Transcribe the following entries word for word. End with the line where "30 bits. */" appears.
RECORDS SUPPLIED below:
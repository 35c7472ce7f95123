package org.ductledger.numeric;

/**
 * The leading bits of a double, by Veltkamp's splitting (T. J. Dekker, A floating-point technique for extending the
 * available precision, Numerische Mathematik 18, 1971): products of short factors are exact.
 */
final class Split {
    /** Keeps 30 bits. */
    static final double DROP_23 = 0x1p23 + 1;

    /** Keeps 26 bits. */
    static final double DROP_27 = 0x1p27 + 1;

    /** Keeps 23 bits. */
    static final double DROP_30 = 0x1p30 + 1;

    /** Keeps 19 bits. */
    static final double DROP_34 = 0x1p34 + 1;

    /** Keeps 17 bits. */
    static final double DROP_36 = 0x1p36 + 1;

    private Split() {}

    /** The leading bits of x; |x| must be below 2^985. */
    static double head(double x, double drop) {
        double c = drop * x;
        return c + (x - c);
    }
}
End of RECORDS SUPPLIED.
**COMPLETED TASK**.
repository 35c7472ce7f95123
package org.ductledger.numeric;

/**
 * The leading bits of a double, by Veltkamp's splitting (T. J. Dekker, A floating-point technique for extending the
 * available precision, Numerische Mathematik 18, 1971): products of short factors are exact.
 */
final class Split {
    /** Keeps 30 bits. */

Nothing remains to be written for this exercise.